Most "automation" guides show one trick. This one covers the workflows that actually matter in business — the ones people spend hours on every week and never question.
Every workflow below follows the same structure: what the manual process looks like, what replaces it, and the working Python code.
# The Automation Pattern
Every workflow automation I build follows this:
Manual trigger → Python script → Data in → Transform → Output → Scheduled
The specifics change. The pattern does not.
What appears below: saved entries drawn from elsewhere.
/// How to smooth counts.
#[derive(Clone, Copy, Debug, PartialEq, Default)]
pub enum Smoothing {
    /// Interpolated modified Kneser-Ney with D1, D2, D3+ per order (the default).
    #[default]
    ModifiedKneserNey,
    /// Interpolated Kneser-Ney with one discount per order.
    KneserNey,
    /// Interpolated Witten-Bell.
    WittenBell,
    /// Additive smoothing with k added to every count (interpolated with the lower order).
    Additive {
        /// The pseudo-count, > 0.
        k: f64,
    },
}

impl Smoothing {
    /// The names of the methods, as the command line and the sweep file spell them.
    pub const NAMES: [&'static str; 4] =
        ["modified-kneser-ney", "kneser-ney", "witten-bell", "add-k"];

    /// The method's name: `modified-kneser-ney`, `kneser-ney`, `witten-bell` or `add-k`.
    pub fn name(&self) -> &'static str {
        match self {
            Smoothing::ModifiedKneserNey => Self::NAMES[0],
            Smoothing::KneserNey => Self::NAMES[1],
            Smoothing::WittenBell => Self::NAMES[2],
            Smoothing::Additive { .. } => Self::NAMES[3],
        }
    }

    /// The method of a name from [`Smoothing::NAMES`]; `add-k` takes the pseudo-count `k`.
    /// `None` for any other name.
    pub fn from_name(name: &str, k: f64) -> Option<Smoothing> {
        match name {
            "modified-kneser-ney" => Some(Smoothing::ModifiedKneserNey),
            "kneser-ney" => Some(Smoothing::KneserNey),
            "witten-bell" => Some(Smoothing::WittenBell),
            "add-k" => Some(Smoothing::Additive { k }),
            _ => None,
        }
    }
}

impl std::fmt::Display for Smoothing {
    fn fmt(&self, f: &mut std::fmt::Formatter<'_>) -> std::fmt::Result {
        match self {
            Smoothing::Additive { k } => write!(f, "add-k (k = {k})"),
            other => f.write_str(other.name()),
        }
    }
}

/// Options of [`estimate_with`].
#[derive(Clone, Debug, Default)]
pub struct EstimateOptions {
    /// The smoothing method.
    pub smoothing: Smoothing,
    /// Minimum raw count per order, unigrams first (missing entries and unigrams: keep all).
    pub cutoffs: Vec<u32>,
    /// Also return the interpolated form ([`Estimate::interpolated`]), for checks; costs memory.
    pub keep_interpolated: bool,
}

/// The discounts of one order (all zero for Witten-Bell and additive smoothing).
#[derive(Clone, Copy, Debug, PartialEq)]
pub struct Discounts {
    /// Subtracted from counts of 1.
    pub d1: f64,
    /// Subtracted from counts of 2.
    pub d2: f64,
    /// Subtracted from counts of 3 and more.
    pub d3_plus: f64,
}

impl Discounts {
    fn of(&self, count: u64) -> f64 {
        match count {
            0 => 0.0,
            1 => self.d1,
            2 => self.d2,
            _ => self.d3_plus,
        }
    }
}

/// A smoothed model: the back-off form, the discounts used and any warnings.
#[derive(Clone, Debug)]
pub struct Estimate {
    /// The model in back-off form.
    pub model: ArpaModel,
    /// Discounts per order, unigrams first.
    pub discounts: Vec<Discounts>,
    /// Problems the caller should show the user (for example degenerate count-of-counts).
    pub warnings: Vec<String>,
    /// The interpolated form, when [`EstimateOptions::keep_interpolated`] asked for it.
    pub interpolated: Option<InterpolatedModel>,
}

/// The model in its interpolated form: per order, the discounted term of every kept n-gram and
/// γ of every context. [`InterpolatedModel::log10_probability`] evaluates the recursion directly
/// (binary search; for checks and small models).
#[derive(Clone, Debug)]
pub struct InterpolatedModel {
    bits: u32,
    vocabulary_size: usize,
    /// Unigram discounted terms, by word.
    unigram_term: Vec<f64>,
    unigram_gamma: f64,
    /// Per order n ≥ 2: kept keys, ascending, and their discounted terms.
    keys: Vec<Vec<u128>>,
    terms: Vec<Vec<f64>>,
    /// Per order n ≥ 2: contexts (packed (n−1)-grams), ascending, and their γ.
    contexts: Vec<Vec<u128>>,
    gammas: Vec<Vec<f64>>,
    index: std::collections::HashMap<String, u32>,
}

impl InterpolatedModel {
    /// `log10 P(word | context)` by the interpolation recursion; unknown words are `<unk>`.
    pub fn log10_probability(&self, context: &[&str], word: &str) -> f64 {
        let id = |word: &str| {
            self.index
                .get(word)
                .copied()
                .unwrap_or(crate::counts::UNKNOWN_ID)
        };
        let word = id(word);
        let context: Vec<u32> = context.iter().map(|word| id(word)).collect();
        let mut probability =
            self.unigram_term[word as usize] + self.unigram_gamma / self.vocabulary_size as f64;
        for n in 2..=self.keys.len() + 1 {
            if context.len() < n - 1 {
                break;
            }
            let history = &context[context.len() - (n - 1)..];
            let history_key = history
                .iter()
                .fold(0u128, |key, &word| (key << self.bits) | u128::from(word));
            let Ok(position) = self.contexts[n - 2].binary_search(&history_key) else {
                break;
            };
            let key = (history_key << self.bits) | u128::from(word);
            let term = self.keys[n - 2]
                .binary_search(&key)
                .map_or(0.0, |index| self.terms[n - 2][index]);
            probability = term + self.gammas[n - 2][position] * probability;
        }
        probability.log10()
    }
}

/// Smooths `counts` with default options (no cut-offs).
pub fn estimate(counts: &NgramCounts, smoothing: Smoothing) -> Result<Estimate, LmError> {
    estimate_with(
        counts,
        &EstimateOptions {
            smoothing,
            ..EstimateOptions::default()
        },
    )
}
# Workflow 1: Excel Report Generation
# Before
- Open 3 spreadsheets
- Copy data into a master sheet
- Update formulas
- Fix formatting
- Email the file
- Repeat next week
Time: ~2 hours/week
# After
import pandas as pd
from openpyxl import Workbook
from openpyxl.styles import Font, PatternFill
from datetime import datetime
def generate_weekly_report(source_files, output_path):
# Combine all sources
frames = [pd.read_excel(f) for f in source_files]
df = pd.concat(frames, ignore_index=True)
# Clean
df = df.dropna(subset=["revenue"])
df["date"] = pd.to_datetime(df["date"])
# Aggregate
summary = (
df.groupby("department")
.agg(
total_revenue=("revenue", "sum"),
total_orders=("order_id", "count"),
avg_order=("revenue", "mean"),
)
.reset_index()
)
# Write formatted Excel
wb = Workbook()
ws = wb.active
ws.title = "Weekly Summary"
headers = ["Department", "Revenue", "Orders", "Avg Order"]
header_fill = PatternFill(start_color="2F5496", end_color="2F5496", fill_type="solid")
for col, h in enumerate(headers, 1):
cell = ws.cell(row=1, column=col, value=h)
cell.font = Font(bold=True, color="FFFFFF")
cell.fill = header_fill
for i, row in summary.iterrows():
ws.cell(row=i + 2, column=1, value=row["department"])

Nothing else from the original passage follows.